Han-Wen> yes. Vertical positions are always measured from the center
Han-Wen> of the staff. (that's the only sane way, nice and symmetric).
In modal notation (which Lily doesn't handle yet), and in the 15th
century Mannerist notations, the number of staff lines can change from
time to time.. For example, in the FitzWilliam MS 168, page 314,
there's a 6 line staff that has an F clef on line 4, which turns into
a 7 line staff, without moving the clef (the extra line is above the staff).

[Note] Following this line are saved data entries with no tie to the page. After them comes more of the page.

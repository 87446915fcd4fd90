/** A fixed-point polynomial that stands for a smooth function while an approximation is searched: cheap to evaluate, close to all working bits. No proof rests on it. */
import type { Rational } from '../expression/index.ts';
import type { Budget } from '../outcome.ts';
import { real } from '../rigorous/index.ts';
import { ballToFixed, type Fixed, toFixed } from './fixed.ts';

export interface ChebyshevProxy {
  readonly evaluate: (x: Fixed) => Fixed;
  readonly terms: number;
}

const FIRST = 24;
const MOST = 400;

/** cos(pi k / n) for k = 0..2n-1 as fixed-point numbers. */
function cosines(n: number, bits: number): Fixed[] {
  const pi = real.pi(bits + 16);
  const table: Fixed[] = [];
  for (let k = 0; k < 2 * n; k += 1) {
    const angle = real.divide(real.multiply(pi, real.fromInteger(k), bits + 16), real.fromInteger(n), bits + 16);
    const value = angle ? real.cos(angle, bits + 16) : real.ONE;
    table.push(ballToFixed(value, bits));
  }
  return table;
}

/**
 * Interpolates at the first-kind points until the last coefficients are below 2^-accuracy of the largest; null where more than 400 terms would be needed
 * (a singularity on or very near the interval). Cost: n evaluations and n^2 products.
 */
export function chebyshevProxy(f: (x: Fixed) => Fixed, low: Rational, high: Rational, bits: number, accuracy: number, budget: Budget): ChebyshevProxy | null {
  const [a, b] = [toFixed(low, bits), toFixed(high, bits)];
  const shift = BigInt(bits);
  const middle = (a + b) >> 1n;
  const half = (b - a) >> 1n;
  if (half === 0n) return null;
  for (let n = FIRST; n <= MOST; n = Math.ceil(n * 1.6)) {
    budget.check();
    // Points cos(pi (2j + 1) / (2n)), coefficients by the cosine sum over them.
    const table = cosines(2 * n, bits);
    const at = (k: number): Fixed => table[k % (4 * n)] as Fixed;
    const values = Array.from({ length: n }, (_, j) => f(middle + ((half * at(2 * j + 1)) >> shift)));
    const coefficients: Fixed[] = [];
    let largest = 0n;
    for (let k = 0; k < n; k += 1) {
      let sum = 0n;
      for (let j = 0; j < n; j += 1) sum += (values[j] as Fixed) * at(k * (2 * j + 1));
      const c = ((sum >> shift) * (k === 0 ? 1n : 2n)) / BigInt(n);
      coefficients.push(c);
      if (c > largest) largest = c;
      if (-c > largest) largest = -c;
    }
    budget.check();
    const negligible = largest >> BigInt(accuracy);
    const small = (c: Fixed | undefined): boolean => c === undefined || (c <= negligible && -c <= negligible);
    let end = n;
    while (end > 1 && small(coefficients[end - 1])) end -= 1;
    if (end <= n - 4) {
      const kept = coefficients.slice(0, end);
      return { terms: end, evaluate: (x) => clenshaw(kept, (((x - middle) << shift) / half) as Fixed, shift) };
    }
  }
  return null;
}

function clenshaw(c: readonly Fixed[], t: Fixed, shift: bigint): Fixed {
  let [b1, b2] = [0n, 0n];
  for (let k = c.length - 1; k >= 1; k -= 1) [b1, b2] = [(c[k] as Fixed) + ((2n * t * b1) >> shift) - b2, b1];
  return (c[0] as Fixed) + ((t * b1) >> shift) - b2;
}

(I'm not suggesting that Lily supports this, only to say that setting
clef positions based on counting lines from the bottom makes sense --
especially as a clef is always on a line, never on a space).
>> And surely a clef needs four parameters, anyway: -- the glyph --
>> which note it represents (currently only C F or G)
Han-Wen> the note that a clef represents follows from the glyph
Han-Wen> (otherwise, clefs would not be very useful, would they?)
This means that the correspondence glyph<->pitch is hardcoded
somewhere (Ah -- I've found it -- in the ScoreContext in engraver.ly)
All this is because the output of ancient-font.ly looks weird. And
I've found the answer --- for some reason in 1.3.137 \property
Staff.StaffSymbol \override #'line-count = #4 is ignored, so the clefs
arrive at a space instead of on the appropriate line.